# Action item
Return exactly the span of lines in the following data that opens with the line containing "const radius = Math.hypot(edge.x" and closes with the line containing "azimuthDeg: place?.azimuthDeg ??". Include nothing else.
== Records for the exercise
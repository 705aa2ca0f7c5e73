/** The edge spread function: the light as a function of the distance from the edge, four samples a pixel. */
import { polynomialAt } from '../numeric/polynomial-fit.js';
import type { EdgeCurve } from './edge-line.js';
import type { Strip } from './strip.js';

/** Samples a pixel. Source: ISO 12233:2017, e-SFR (from memory). */
export const OVERSAMPLING = 4;

export interface EdgeSpread {
  /** Light at the distances (k - middle) / OVERSAMPLING from the edge along its normal, in pixels, rising with k. */
  values: Float64Array;
  /** Index of distance 0. */
  middle: number;
  /** Bins without a pixel, filled from their neighbours. */
  emptyBins: number;
  /** RMS of the single pixels about the function, where it is flat. */
  noise: number;
  /** Mean light of the outer quarters on the dark and on the bright side. */
  dark: number;
  bright: number;
}

/** Project every pixel of the strip along the edge.
 *
 * The distance is that of the pixel from the nearest point of the curve; pixels whose nearest point lies within `rows` of the edge's middle count.
 * A bin's mean light is moved from the mean distance of its pixels to the middle of the bin along the function's slope.
 * @param halfWidthPx distances up to this one
 * @param halfRows    rows of the curve on either side of its middle
 */
export function edgeSpread(
  strip: Strip,
  curve: EdgeCurve,
  halfWidthPx: number,
  halfRows: number,
): EdgeSpread {
  const middle = Math.floor(halfWidthPx * OVERSAMPLING);
  const bins = 2 * middle + 1;
  const count = new Float64Array(bins);
  const sum = new Float64Array(bins);
  const offset = new Float64Array(bins);
  const square = new Float64Array(bins);
  const { values, width, height, uFrom, vFrom } = strip;
  const foot = new Float64Array(2);
  for (let row = 0; row < height; row++) {
    for (let column = 0; column < width; column++) {
      nearestPoint(curve, uFrom + column, vFrom + row, foot);
      if (Math.abs(foot[1] - curve.v0) > halfRows) continue;
      const place = foot[0] * curve.polarity * OVERSAMPLING + middle;
      const bin = Math.round(place);
      if (bin < 0 || bin >= bins) continue;
      const value = values[row * width + column];
      count[bin]++;
      sum[bin] += value;
      square[bin] += value * value;
      offset[bin] += place - bin;
    }
  }
  const { means, emptyBins } = binMeans(count, sum, offset);
  const quarter = bins >> 3;
  const mean = (from: number) =>
    means.subarray(from, from + quarter).reduce((total, value) => total + value, 0) / quarter;
  return {
    values: means,
    middle,
    emptyBins,
    noise: flatNoise(count, sum, square),
    dark: mean(0),
    bright: mean(bins - quarter),
  };
}

/** Signed distance from the curve, + toward +u, and the row of the nearest point, by Newton's method for the foot of the normal: the zero of
 * (u - p(s)) p'(s) + v - s. */
function nearestPoint({ c, v0, halfRows }: EdgeCurve, u: number, v: number, out: Float64Array): void {
  const straight = c.length > 1 ? c[1] / halfRows : 0;
  const bend = c.length > 2 ? (2 * c[2]) / (halfRows * halfRows) : 0;
  let s = v;
  for (let step = 0; step < 3; step++) {
    const slope = straight + bend * (s - v0);
    const off = u - polynomialAt(c, (s - v0) / halfRows);
    s += (off * slope + v - s) / (1 + slope * slope - off * bend);
  }
  const slope = straight + bend * (s - v0);
  const off = u - polynomialAt(c, (s - v0) / halfRows);
  out[0] = (off - slope * (v - s)) / Math.sqrt(1 + slope * slope);
  out[1] = s;
}

function binMeans(
  count: Float64Array,
  sum: Float64Array,
  offset: Float64Array,
): { means: Float64Array; emptyBins: number } {
  const raw = Float64Array.from(sum, (value, bin) => value / count[bin]);
  let emptyBins = 0;
  for (let bin = 0; bin < raw.length; bin++) {
    if (count[bin] > 0) continue;
    emptyBins++;
    let left = bin - 1;
    while (left >= 0 && count[left] === 0) left--;
    let right = bin + 1;
    while (right < raw.length && count[right] === 0) right++;
    const part = (bin - left) / (right - left);
    raw[bin] =
      left < 0 ? raw[right] : right === raw.length ? raw[left] : raw[left] + part * (raw[right] - raw[left]);
  }
  const means = Float64Array.from(raw, (value, bin) => {
    if (count[bin] === 0 || bin === 0 || bin === raw.length - 1) return value;
    return value - ((raw[bin + 1] - raw[bin - 1]) / 2) * (offset[bin] / count[bin]);
  });
  return { means, emptyBins };
}

/** RMS deviation of pixels from the mean of their bin, over the outer halves of both sides. */
function flatNoise(count: Float64Array, sum: Float64Array, square: Float64Array): number {
  let squares = 0;
  let free = 0;
  const quarter = count.length >> 2;
  for (let bin = 0; bin < count.length; bin++) {
    if ((bin >= quarter && bin < count.length - quarter) || count[bin] < 2) continue;
    squares += Math.max(0, square[bin] - (sum[bin] * sum[bin]) / count[bin]);
    free += count[bin] - 1;
  }
  return free === 0 ? 0 : Math.sqrt(squares / free);
}
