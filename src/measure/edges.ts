/** All edges of one band of a picture: those of a chart's truth, and those of regions that a user marked. */
import type { ChartTruth, EdgeTruth } from '../charts/truth.js';
import { InputError } from '../errors.js';
import type { Band, Rig } from '../optics/rig.js';
import type { EdgeFigures, SfrValue, Skipped } from './figures.js';
import { findEdge, MOST_HALF_WIDTH_PX } from './find-edge.js';
import { fieldOfEdge, mapOf, type OpticalFrame } from './optical-frame.js';
import type { PixelRect, Plane } from './plane.js';
import { chartMtf, type PlaceMap, predictedSfr, radialMap } from './predict.js';
import { cubicMap, type RadialPair } from './radial-fit.js';
import { halfFrequency } from './sfr.js';
import { type MeasuredEdge, measureEdge } from './slanted-edge.js';
import type { EdgeGuess } from './strip.js';

/** What the edges of a picture are measured with. */
export interface EdgeSetting {
  rig?: Rig;
  /** The rig's own band. */
  band?: Band;
  bandName: string;
  frame?: OpticalFrame;
  truth?: ChartTruth;
  cyclesPerPixel: readonly number[];
}

/** At least so much of an edge is left out at its ends, where the corner blurs into it. */
const CORNER_PX = 24;
/** No more than this share of an edge is left out at either end. */
const CORNER_SHARE = 0.25;
/** How far the found normal may be off the expected one. */
const MOST_TURN_DEG = 15;

/** The edges of a chart, in the order of the truth.
 *
 * Where the rig is known, its distortion says where to look. Where it is not, the edges are taken from the
 * axis outward, and those found so far say, by a third-order distortion through them, where to look for the
 * next.
 */
export function chartEdges(
  plane: Plane,
  truth: ChartTruth,
  setting: EdgeSetting,
): { edges: EdgeFigures[]; skipped: Skipped[] } {
  const found = new Map<EdgeTruth, EdgeFigures>();
  const skipped = new Map<EdgeTruth, Skipped>();
  const pairs: RadialPair[] = [];
  const all = truth.edges ?? [];
  for (const edge of all.toSorted((a, b) => a.field - b.field)) {
    const map = searchMap(setting, pairs);
    try {
      const measured = measureEdge(plane, guessOf(edge, map));
      refuseOther(edge, measured);
      found.set(edge, figuresOf(measured, setting, edge));
      if (edge.direction === 'tangential') pairs.push(radialPair(edge, measured, setting.frame!));
    } catch (error) {
      if (!(error instanceof InputError)) throw error;
      const { x, y } = edge;
      skipped.set(edge, { what: 'edge', x, y, band: setting.bandName, reason: error.message });
    }
  }
  return {
    edges: all.map((edge) => found.get(edge)).filter((edge) => edge !== undefined),
    skipped: all.map((edge) => skipped.get(edge)).filter((edge) => edge !== undefined),
  };
}

/** The edge of a region. @throws {InputError} where there is none to be measured */
export function regionEdge(plane: Plane, region: PixelRect, setting: EdgeSetting): EdgeFigures {
  return figuresOf(measureEdge(plane, findEdge(plane, region), region), setting);
}

function searchMap({ rig, band, frame }: EdgeSetting, pairs: readonly RadialPair[]): PlaceMap {
  if (rig !== undefined) return mapOf(rig, band);
  return radialMap(frame!.axisPx, frame!.pitchMm, cubicMap(pairs));
}

function guessOf({ from, to, x, y, normalDeg, roomPx }: EdgeTruth, map: PlaceMap): EdgeGuess {
  const [start, end, middle] = [map.landed(...from), map.landed(...to), map.landed(x, y)];
  const [dx, dy] = [end[0] - start[0], end[1] - start[1]];
  const length = Math.hypot(dx, dy);
  const side = Math.cos((normalDeg * Math.PI) / 180) * dy - Math.sin((normalDeg * Math.PI) / 180) * dx;
  const [nx, ny] = side >= 0 ? [dy, -dx] : [-dy, dx];
  return {
    x: middle[0],
    y: middle[1],
    normalDeg: (Math.atan2(ny, nx) * 180) / Math.PI,
    lengthPx: length - 2 * Math.min(CORNER_PX, CORNER_SHARE * length),
    halfWidthPx: Math.min(MOST_HALF_WIDTH_PX, roomPx),
  };
}

/** Where a search goes astray it may meet the other side of the square, which is dark and bright the other
 * way round. */
function refuseOther({ normalDeg }: EdgeTruth, measured: MeasuredEdge): void {
  const turn = ((measured.normalDeg - normalDeg + 540) % 360) - 180;
  if (Math.abs(turn) <= MOST_TURN_DEG) return;
  throw new InputError({
    message: 'shows another edge than the chart has here',
    found: `a normal ${Math.abs(turn).toFixed(1)} degrees off`,
    allowed: `up to ${MOST_TURN_DEG} degrees`,
    advice: 'Is this the picture of that chart, the same way up?',
  });
}

/** How far out a tangential edge was found: its shift along the radius through its ideal middle. */
function radialPair(edge: EdgeTruth, measured: MeasuredEdge, { pitchMm, axisPx }: OpticalFrame): RadialPair {
  const normal = (measured.normalDeg * Math.PI) / 180;
  const [nx, ny] = [Math.cos(normal), Math.sin(normal)];
  const radius = Math.hypot(edge.x - axisPx[0], edge.y - axisPx[1]);
  const [outX, outY] = [(edge.x - axisPx[0]) / radius, (edge.y - axisPx[1]) / radius];
  const shift = ((measured.x - edge.x) * nx + (measured.y - edge.y) * ny) / (nx * outX + ny * outY);
  return { idealMm: radius * pitchMm, foundMm: (radius + shift) * pitchMm };
}

function figuresOf(measured: MeasuredEdge, setting: EdgeSetting, edge?: EdgeTruth): EdgeFigures {
  const { rig, band, frame, truth, cyclesPerPixel, bandName } = setting;
  const { x, y, normalDeg, angleDeg, lengthPx, edgeWidthPx, dark, bright, noise } = measured;
  const place = edge ?? fieldFrom(measured, setting);
  const predicted = rig === undefined || band === undefined ? undefined : predictedSfr(rig, band, measured);
  const response = (f: number) =>
    measured.sfr(f) / (truth === undefined ? 1 : chartMtf(truth.oversample, normalDeg, f));
  const sfr = cyclesPerPixel.map(
    (f): SfrValue => ({
      cyclesPerPixel: f,
      lpPerMm: frame && f / frame.pitchMm,
      value: response(f),
      predicted: predicted?.(f),
    }),
  );
  const sfr50 = halfFrequency(response);
  return {
    x,
    y,
    field: place?.field ?? null,
    azimuthDeg: place?.azimuthDeg ?? null,
    direction: place?.direction ?? null,
    offRadiusDeg: place?.offRadiusDeg ?? null,
    band: bandName,
    normalDeg,
    angleDeg,
    lengthPx,
    sfr,
    sfr50CyclesPerPixel: sfr50,
    sfr50LpPerMm: frame && (sfr50 === null ? null : sfr50 / frame.pitchMm),
    edgeWidthPx,
    dark,
    bright,
    noise,
  };
}

function fieldFrom({ x, y, normalDeg }: MeasuredEdge, { rig, band, frame }: EdgeSetting) {
  return frame && fieldOfEdge(frame, ...mapOf(rig, band).ideal(x, y), normalDeg);
}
====
# Written answer
  const radius = Math.hypot(edge.x - axisPx[0], edge.y - axisPx[1]);
  const [outX, outY] = [(edge.x - axisPx[0]) / radius, (edge.y - axisPx[1]) / radius];
  const shift = ((measured.x - edge.x) * nx + (measured.y - edge.y) * ny) / (nx * outX + ny * outY);
  return { idealMm: radius * pitchMm, foundMm: (radius + shift) * pitchMm };
}

function figuresOf(measured: MeasuredEdge, setting: EdgeSetting, edge?: EdgeTruth): EdgeFigures {
  const { rig, band, frame, truth, cyclesPerPixel, bandName } = setting;
  const { x, y, normalDeg, angleDeg, lengthPx, edgeWidthPx, dark, bright, noise } = measured;
  const place = edge ?? fieldFrom(measured, setting);
  const predicted = rig === undefined || band === undefined ? undefined : predictedSfr(rig, band, measured);
  const response = (f: number) =>
    measured.sfr(f) / (truth === undefined ? 1 : chartMtf(truth.oversample, normalDeg, f));
  const sfr = cyclesPerPixel.map(
    (f): SfrValue => ({
      cyclesPerPixel: f,
      lpPerMm: frame && f / frame.pitchMm,
      value: response(f),
      predicted: predicted?.(f),
    }),
  );
  const sfr50 = halfFrequency(response);
  return {
    x,
    y,
    field: place?.field ?? null,
    azimuthDeg: place?.azimuthDeg ?? null,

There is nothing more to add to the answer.